Megan again couldn’t put it down clean, meaning she would have to settle for 5th place. Olivia managed to trick the judges in run two when she released the mute early on a switch 1080 and double shifted the rest of the rotation around. It is not mandatory to grab during a trick, it is just one of the best, or easiest ways, to demonstrate control to the judges. This was the conversation in the booth and despite what might seem like a short grab, the judges awarded it in the low eighties. For her third run however, she laced what she was clearly trying to do. Olivia released the mute early and then reached back with the other hand and capped stalefish – it oozed style. She might have dragged a couple of knuckles on her landing as she came down heavily but the judges still hooked her up with an 85.00 and she jumped up onto the podium.
Having just been bumped into fourth place, Anni, with nerves of steel, stomped a switch left cork 1080 lead blunt to immediately move herself back up into third place, by the barest of margins.
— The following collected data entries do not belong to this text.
#pragma once
// Number and cell formatting shared by every text, CSV and JSON output (and the JSON that the
// lot history stores).
#include <nlohmann/json.hpp>

#include <string>
#include <vector>

namespace lampwright {

// A number with fixed decimals for tables and CSV; `missing` where it is not finite (undefined).
std::string format_fixed(double v, int decimals, const char* missing = "");

// One CSV row from cells: quotes a cell holding a comma, quote or newline (RFC 4180).
std::string csv_line(const std::vector<std::string>& cells);

// A JSON number, or null where the value is not finite (undefined).
nlohmann::ordered_json number_or_null(double v);

}  // namespace lampwright
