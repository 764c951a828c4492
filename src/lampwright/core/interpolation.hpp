#pragma once
// Resampling measured spectra onto the 1 nm grid.
//   Uniform spacing (>= 6 points): Sprague quintic interpolation, CIE 167:2005 (recommended
//   practice for tabulated spectral data), with its 4-point end extrapolation formulae.
//   Non-uniform spacing: monotone piecewise cubic Hermite (Fritsch & Carlson 1980, SIAM J. Numer.
//   Anal. 17), which keeps the shape of the data without overshoot.
#include "lampwright/core/spectrum.hpp"

#include <vector>

namespace lampwright {

// True when the wavelengths are equally spaced (relative tolerance 1e-6 of the step).
bool is_uniformly_spaced(const std::vector<double>& wavelengths_nm);

// Sprague interpolation of uniformly spaced data at arbitrary x inside [x0, x_last].
std::vector<double> sprague_interpolate(double x0, double step, const std::vector<double>& y,
                                        const std::vector<double>& x_out);

// Monotone cubic Hermite interpolation at arbitrary x inside [x.front(), x.back()].
std::vector<double> pchip_interpolate(const std::vector<double>& x, const std::vector<double>& y,
                                      const std::vector<double>& x_out);

// The range resample_to_1nm accepts (nm): the spectrum readers' physical range.
inline constexpr double kMinGridNm = 100.0;
inline constexpr double kMaxGridNm = 100000.0;

// Resample onto integer wavelengths ceil(first) .. floor(last); method chosen by spacing.
// Error when the wavelengths lie outside kMinGridNm..kMaxGridNm (or are not finite).
Spectrum resample_to_1nm(const SampledSpectrum& s);
// The same, taking the values over without a copy when they already lie on the 1 nm grid (the
// wavelengths and name of `s` stay; its values are then left empty).
Spectrum resample_to_1nm(SampledSpectrum&& s);

// Linear interpolation in a table (x strictly increasing); clamps to the end values outside.
double interpolate_linear(const std::vector<double>& x, const std::vector<double>& y, double at);

}  // namespace lampwright
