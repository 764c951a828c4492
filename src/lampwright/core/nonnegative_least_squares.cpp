#include "lampwright/core/nonnegative_least_squares.hpp"

#include "lampwright/core/error.hpp"

#include <algorithm>
#include <cmath>
#include <limits>
#include <vector>

namespace lampwright {

namespace {

// Least-squares solution on the passive set P only (the other variables held at zero).
Eigen::VectorXd solve_on(const Eigen::MatrixXd& a, const Eigen::VectorXd& b, const std::vector<bool>& passive) {
    std::vector<Eigen::Index> cols;
    for (Eigen::Index j = 0; j < a.cols(); ++j)
        if (passive[static_cast<std::size_t>(j)]) cols.push_back(j);
    Eigen::MatrixXd sub(a.rows(), static_cast<Eigen::Index>(cols.size()));
    for (std::size_t k = 0; k < cols.size(); ++k) sub.col(static_cast<Eigen::Index>(k)) = a.col(cols[k]);
    const Eigen::VectorXd zs = sub.colPivHouseholderQr().solve(b);
    Eigen::VectorXd z = Eigen::VectorXd::Zero(a.cols());
    for (std::size_t k = 0; k < cols.size(); ++k) z(cols[k]) = zs(static_cast<Eigen::Index>(k));
    return z;
}

}  // namespace

NnlsResult nonnegative_least_squares(const Eigen::MatrixXd& a, const Eigen::VectorXd& b, int max_iterations) {
    if (a.rows() != b.size()) throw Error("nonnegative_least_squares: A and b have different numbers of rows");
    if (!a.allFinite() || !b.allFinite()) throw Error("nonnegative_least_squares: A or b holds a value that is not finite");
    const Eigen::Index n = a.cols();
    if (max_iterations <= 0) max_iterations = static_cast<int>(3 * std::max<Eigen::Index>(n, 1)) + 10;
    // Tolerance on the dual (gradient) for optimality, relative to the problem's scale.
    const double tol = 10 * std::numeric_limits<double>::epsilon() * std::max(1.0, a.norm()) * std::max(1.0, b.norm()) *
                       static_cast<double>(std::max<Eigen::Index>(n, 1));
    NnlsResult r;
    r.x = Eigen::VectorXd::Zero(n);
    std::vector<bool> passive(static_cast<std::size_t>(n), false);
    for (r.iterations = 0; r.iterations < max_iterations; ++r.iterations) {
        const Eigen::VectorXd w = a.transpose() * (b - a * r.x);  // negative gradient
        Eigen::Index best = -1;
        double best_w = tol;
        for (Eigen::Index j = 0; j < n; ++j)
            if (!passive[static_cast<std::size_t>(j)] && w(j) > best_w) best_w = w(j), best = j;
        if (best < 0) {
            r.converged = true;
            break;
        }
        passive[static_cast<std::size_t>(best)] = true;
        // Inner loop: step towards the passive-set solution, dropping variables that would turn negative.
        for (int inner = 0; inner <= n; ++inner) {
            const Eigen::VectorXd z = solve_on(a, b, passive);
            bool feasible = true;
            for (Eigen::Index j = 0; j < n; ++j)
                if (passive[static_cast<std::size_t>(j)] && z(j) <= 0) feasible = false;
            if (feasible) {
                r.x = z;
                break;
            }
            double alpha = 1;
            for (Eigen::Index j = 0; j < n; ++j)
                if (passive[static_cast<std::size_t>(j)] && z(j) <= 0) alpha = std::min(alpha, r.x(j) / (r.x(j) - z(j)));
            r.x += alpha * (z - r.x);
            for (Eigen::Index j = 0; j < n; ++j)
                if (passive[static_cast<std::size_t>(j)] && r.x(j) <= 1e-300) passive[static_cast<std::size_t>(j)] = false, r.x(j) = 0;
        }
    }
    r.residual_norm = (a * r.x - b).norm();
    return r;
}

}  // namespace lampwright
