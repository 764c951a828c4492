#include "lampwright/core/statistics.hpp"

#include <algorithm>
#include <cmath>
#include <numeric>

namespace lampwright {

double mean(const std::vector<double>& v) {
    return v.empty() ? NAN : std::accumulate(v.begin(), v.end(), 0.0) / static_cast<double>(v.size());
}

double sample_sd(const std::vector<double>& v) {
    if (v.size() < 2) return NAN;
    const double m = mean(v);
    double s = 0;
    for (double x : v) s += (x - m) * (x - m);
    return std::sqrt(s / static_cast<double>(v.size() - 1));
}

double quantile_sorted(const std::vector<double>& sorted, double p) {
    if (sorted.empty()) return NAN;
    const double h = p * static_cast<double>(sorted.size() - 1);
    const auto lo = static_cast<std::size_t>(std::floor(h));
    const std::size_t hi = std::min(lo + 1, sorted.size() - 1);
    return sorted[lo] + (h - static_cast<double>(lo)) * (sorted[hi] - sorted[lo]);
}

double median(std::vector<double> v) {
    std::sort(v.begin(), v.end());
    return quantile_sorted(v, 0.5);
}

}  // namespace lampwright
Flora was visually nervous – she had managed to dodge every bullet flying her way and needed to evade one last Sarah shaped one to become Big Air World Champion. Sarah dropped in and unveiled a trick we have not seen from her yet, a left double cork 1440 japan, just about putting it to her feet, backslapping a bit and skiing out of the landing looking both surprised and stoked. She is still pushing the sport forward, despite taking the second half of the season off with injury and being at least ten years older than the rest of the finalists. It was not clean enough to improve her score and she would settle for second place and almost certainly bag the worst hangover of the field.